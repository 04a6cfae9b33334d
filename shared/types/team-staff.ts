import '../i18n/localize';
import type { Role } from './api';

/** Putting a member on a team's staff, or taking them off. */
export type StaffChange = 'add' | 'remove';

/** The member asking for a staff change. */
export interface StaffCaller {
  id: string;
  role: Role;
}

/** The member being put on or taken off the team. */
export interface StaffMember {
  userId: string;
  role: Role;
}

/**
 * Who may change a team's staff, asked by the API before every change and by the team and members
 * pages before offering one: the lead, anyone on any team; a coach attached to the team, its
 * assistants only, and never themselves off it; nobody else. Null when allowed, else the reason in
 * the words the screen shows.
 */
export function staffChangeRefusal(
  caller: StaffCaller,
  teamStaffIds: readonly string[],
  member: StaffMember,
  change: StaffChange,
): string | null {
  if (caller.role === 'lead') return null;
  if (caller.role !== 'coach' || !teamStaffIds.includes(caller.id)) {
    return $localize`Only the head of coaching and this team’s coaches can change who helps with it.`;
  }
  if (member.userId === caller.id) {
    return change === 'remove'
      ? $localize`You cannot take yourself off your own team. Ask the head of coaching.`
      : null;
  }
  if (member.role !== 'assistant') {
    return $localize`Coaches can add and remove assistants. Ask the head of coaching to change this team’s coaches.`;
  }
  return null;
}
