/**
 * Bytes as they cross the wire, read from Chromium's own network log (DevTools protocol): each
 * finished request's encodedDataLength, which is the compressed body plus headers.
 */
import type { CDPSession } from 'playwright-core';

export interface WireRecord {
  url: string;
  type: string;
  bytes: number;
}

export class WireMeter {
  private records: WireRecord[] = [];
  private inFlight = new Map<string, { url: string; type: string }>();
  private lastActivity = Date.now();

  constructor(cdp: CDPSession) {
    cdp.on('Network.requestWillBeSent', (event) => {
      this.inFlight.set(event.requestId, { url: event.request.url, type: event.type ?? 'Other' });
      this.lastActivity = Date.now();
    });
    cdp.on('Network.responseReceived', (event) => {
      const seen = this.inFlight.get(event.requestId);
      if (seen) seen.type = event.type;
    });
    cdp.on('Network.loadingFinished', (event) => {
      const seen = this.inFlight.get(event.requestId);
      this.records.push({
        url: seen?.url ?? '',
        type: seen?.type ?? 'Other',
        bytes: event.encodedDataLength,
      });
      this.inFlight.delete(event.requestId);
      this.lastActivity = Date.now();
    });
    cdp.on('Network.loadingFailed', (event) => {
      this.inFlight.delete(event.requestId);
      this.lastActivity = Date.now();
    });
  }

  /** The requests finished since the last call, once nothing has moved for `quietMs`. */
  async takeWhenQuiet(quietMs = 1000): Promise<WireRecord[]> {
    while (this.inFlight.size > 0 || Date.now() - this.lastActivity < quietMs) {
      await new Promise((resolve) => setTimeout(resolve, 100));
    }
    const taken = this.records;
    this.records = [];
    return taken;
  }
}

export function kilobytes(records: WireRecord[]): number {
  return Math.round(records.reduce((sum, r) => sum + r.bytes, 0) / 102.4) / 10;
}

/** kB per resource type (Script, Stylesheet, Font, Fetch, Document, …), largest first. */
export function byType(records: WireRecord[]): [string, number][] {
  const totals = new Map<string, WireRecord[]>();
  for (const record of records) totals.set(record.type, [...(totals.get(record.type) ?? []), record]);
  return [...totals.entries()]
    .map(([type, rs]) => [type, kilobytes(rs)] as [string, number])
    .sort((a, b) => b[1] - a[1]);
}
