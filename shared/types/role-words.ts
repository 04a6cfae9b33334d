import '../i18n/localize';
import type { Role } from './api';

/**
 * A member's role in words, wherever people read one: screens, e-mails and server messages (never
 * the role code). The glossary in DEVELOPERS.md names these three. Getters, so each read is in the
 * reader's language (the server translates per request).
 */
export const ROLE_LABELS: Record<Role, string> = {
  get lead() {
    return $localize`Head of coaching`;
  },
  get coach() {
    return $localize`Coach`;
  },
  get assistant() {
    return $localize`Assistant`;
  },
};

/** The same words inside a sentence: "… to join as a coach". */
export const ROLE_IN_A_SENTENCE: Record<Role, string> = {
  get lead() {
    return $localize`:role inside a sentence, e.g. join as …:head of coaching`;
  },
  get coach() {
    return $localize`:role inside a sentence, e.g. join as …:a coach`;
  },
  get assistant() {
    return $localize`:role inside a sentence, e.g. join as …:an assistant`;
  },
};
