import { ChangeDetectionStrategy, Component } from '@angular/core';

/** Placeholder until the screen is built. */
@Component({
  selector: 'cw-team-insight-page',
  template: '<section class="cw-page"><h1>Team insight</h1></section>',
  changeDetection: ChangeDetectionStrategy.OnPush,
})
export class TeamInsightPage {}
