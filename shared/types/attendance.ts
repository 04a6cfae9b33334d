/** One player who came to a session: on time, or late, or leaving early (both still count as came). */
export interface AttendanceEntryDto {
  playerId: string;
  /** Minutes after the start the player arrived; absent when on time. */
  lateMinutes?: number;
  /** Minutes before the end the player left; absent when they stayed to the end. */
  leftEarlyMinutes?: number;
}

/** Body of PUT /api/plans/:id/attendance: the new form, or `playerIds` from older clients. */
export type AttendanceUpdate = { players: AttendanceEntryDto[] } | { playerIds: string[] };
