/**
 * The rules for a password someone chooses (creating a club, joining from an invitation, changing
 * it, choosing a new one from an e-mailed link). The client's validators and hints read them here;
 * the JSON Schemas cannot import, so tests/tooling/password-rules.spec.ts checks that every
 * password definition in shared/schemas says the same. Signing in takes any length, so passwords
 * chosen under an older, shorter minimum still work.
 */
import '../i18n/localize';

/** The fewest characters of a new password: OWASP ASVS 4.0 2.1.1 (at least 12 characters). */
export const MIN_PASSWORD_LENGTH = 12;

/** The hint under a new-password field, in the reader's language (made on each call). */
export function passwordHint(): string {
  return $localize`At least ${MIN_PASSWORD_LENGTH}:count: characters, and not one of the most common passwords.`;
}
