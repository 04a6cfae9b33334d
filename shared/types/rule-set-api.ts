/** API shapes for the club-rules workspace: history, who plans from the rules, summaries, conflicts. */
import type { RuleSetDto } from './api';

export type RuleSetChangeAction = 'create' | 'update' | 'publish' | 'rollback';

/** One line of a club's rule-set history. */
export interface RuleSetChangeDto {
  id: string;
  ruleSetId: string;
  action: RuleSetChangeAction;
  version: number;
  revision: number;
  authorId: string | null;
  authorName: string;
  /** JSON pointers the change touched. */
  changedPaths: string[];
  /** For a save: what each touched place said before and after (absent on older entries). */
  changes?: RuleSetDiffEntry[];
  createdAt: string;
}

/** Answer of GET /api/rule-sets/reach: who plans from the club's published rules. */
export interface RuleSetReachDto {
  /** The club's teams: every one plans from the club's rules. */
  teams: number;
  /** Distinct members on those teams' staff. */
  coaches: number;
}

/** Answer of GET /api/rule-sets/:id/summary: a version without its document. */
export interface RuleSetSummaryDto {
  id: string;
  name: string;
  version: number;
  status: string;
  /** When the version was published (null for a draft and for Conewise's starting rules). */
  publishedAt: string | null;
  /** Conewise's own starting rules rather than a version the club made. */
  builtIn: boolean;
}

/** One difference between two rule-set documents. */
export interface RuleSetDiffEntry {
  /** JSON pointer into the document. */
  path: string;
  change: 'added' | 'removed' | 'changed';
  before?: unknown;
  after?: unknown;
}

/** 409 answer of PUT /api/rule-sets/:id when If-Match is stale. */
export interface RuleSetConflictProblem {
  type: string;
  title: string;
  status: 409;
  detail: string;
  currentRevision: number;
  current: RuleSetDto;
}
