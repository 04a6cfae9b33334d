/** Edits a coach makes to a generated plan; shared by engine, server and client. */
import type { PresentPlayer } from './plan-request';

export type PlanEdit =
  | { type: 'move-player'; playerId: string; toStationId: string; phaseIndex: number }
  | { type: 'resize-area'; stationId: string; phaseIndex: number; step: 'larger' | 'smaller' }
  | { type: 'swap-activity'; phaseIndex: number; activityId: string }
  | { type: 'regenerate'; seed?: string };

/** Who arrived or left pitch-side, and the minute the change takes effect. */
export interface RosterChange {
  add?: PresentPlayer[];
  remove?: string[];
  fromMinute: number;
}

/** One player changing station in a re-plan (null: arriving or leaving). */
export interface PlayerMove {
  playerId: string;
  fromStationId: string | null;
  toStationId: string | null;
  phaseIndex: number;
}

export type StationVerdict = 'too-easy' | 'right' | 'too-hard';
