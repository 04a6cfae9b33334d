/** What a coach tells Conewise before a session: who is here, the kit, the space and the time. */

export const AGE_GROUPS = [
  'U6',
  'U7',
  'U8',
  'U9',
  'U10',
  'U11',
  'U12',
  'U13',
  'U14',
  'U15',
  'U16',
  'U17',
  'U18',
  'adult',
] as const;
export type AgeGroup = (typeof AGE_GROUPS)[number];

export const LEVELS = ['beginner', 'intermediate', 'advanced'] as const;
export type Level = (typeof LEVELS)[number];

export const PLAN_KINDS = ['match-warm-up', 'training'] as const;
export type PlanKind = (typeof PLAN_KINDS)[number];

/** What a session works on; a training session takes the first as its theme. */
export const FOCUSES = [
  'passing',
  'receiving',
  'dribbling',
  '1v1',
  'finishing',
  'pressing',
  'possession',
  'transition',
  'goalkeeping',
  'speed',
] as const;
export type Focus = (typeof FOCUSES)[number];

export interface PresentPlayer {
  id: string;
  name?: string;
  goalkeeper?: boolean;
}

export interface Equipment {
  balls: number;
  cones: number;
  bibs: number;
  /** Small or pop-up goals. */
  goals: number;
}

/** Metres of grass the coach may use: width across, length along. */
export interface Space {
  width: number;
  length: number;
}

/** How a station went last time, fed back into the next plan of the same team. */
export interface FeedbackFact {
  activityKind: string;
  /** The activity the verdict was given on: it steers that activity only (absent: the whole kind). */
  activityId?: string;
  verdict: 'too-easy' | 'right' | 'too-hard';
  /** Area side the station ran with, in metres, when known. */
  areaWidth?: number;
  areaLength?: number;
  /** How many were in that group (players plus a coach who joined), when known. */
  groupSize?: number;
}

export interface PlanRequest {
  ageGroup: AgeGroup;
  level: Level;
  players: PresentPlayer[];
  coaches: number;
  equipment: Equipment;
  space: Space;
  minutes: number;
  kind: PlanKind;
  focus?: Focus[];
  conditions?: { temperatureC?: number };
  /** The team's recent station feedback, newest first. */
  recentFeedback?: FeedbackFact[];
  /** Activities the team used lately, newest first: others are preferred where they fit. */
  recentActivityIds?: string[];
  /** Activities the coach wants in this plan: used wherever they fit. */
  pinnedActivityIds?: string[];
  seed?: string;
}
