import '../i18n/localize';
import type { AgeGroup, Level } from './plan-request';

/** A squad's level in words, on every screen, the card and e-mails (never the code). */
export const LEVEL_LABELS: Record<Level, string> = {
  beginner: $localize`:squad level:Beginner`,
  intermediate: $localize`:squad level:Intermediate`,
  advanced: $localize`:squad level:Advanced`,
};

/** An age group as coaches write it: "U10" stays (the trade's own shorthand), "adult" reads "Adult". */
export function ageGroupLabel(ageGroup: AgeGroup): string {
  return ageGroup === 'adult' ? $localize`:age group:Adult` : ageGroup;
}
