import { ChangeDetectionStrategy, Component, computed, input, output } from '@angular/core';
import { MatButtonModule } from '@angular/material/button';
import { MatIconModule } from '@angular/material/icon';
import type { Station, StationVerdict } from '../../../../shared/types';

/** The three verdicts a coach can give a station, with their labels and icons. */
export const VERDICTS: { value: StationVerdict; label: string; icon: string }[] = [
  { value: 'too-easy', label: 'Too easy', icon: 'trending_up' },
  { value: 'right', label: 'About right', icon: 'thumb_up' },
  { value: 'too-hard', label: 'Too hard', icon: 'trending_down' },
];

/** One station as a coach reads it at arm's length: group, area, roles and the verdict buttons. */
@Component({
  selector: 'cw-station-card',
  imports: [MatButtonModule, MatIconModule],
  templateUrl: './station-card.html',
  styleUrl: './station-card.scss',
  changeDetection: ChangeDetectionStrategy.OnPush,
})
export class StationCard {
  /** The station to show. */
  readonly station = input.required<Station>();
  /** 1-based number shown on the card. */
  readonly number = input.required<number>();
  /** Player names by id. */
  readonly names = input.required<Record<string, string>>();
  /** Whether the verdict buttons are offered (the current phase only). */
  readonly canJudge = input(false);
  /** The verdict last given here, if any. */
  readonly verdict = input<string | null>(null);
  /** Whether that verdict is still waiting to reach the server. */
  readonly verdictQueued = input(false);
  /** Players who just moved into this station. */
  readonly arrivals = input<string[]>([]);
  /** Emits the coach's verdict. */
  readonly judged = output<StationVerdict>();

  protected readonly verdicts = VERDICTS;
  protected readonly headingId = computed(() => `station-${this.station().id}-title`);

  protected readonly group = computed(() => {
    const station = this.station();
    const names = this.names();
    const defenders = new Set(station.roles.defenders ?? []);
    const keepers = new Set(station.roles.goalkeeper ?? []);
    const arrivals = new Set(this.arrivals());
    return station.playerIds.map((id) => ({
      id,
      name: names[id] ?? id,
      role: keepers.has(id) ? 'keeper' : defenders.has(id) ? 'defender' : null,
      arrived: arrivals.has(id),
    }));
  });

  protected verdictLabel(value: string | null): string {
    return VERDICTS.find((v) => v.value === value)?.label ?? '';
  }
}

• • • • • • •

→ **What to produce**: Locate the string "adult" in the listing above and copy every line where it occurs.

→ **Task response**:
  'adult',
/** An age group as coaches write it: "U10" stays (the trade's own shorthand), "adult" reads "Adult". */
  return ageGroup === 'adult' ? $localize`:age group:Adult` : ageGroup;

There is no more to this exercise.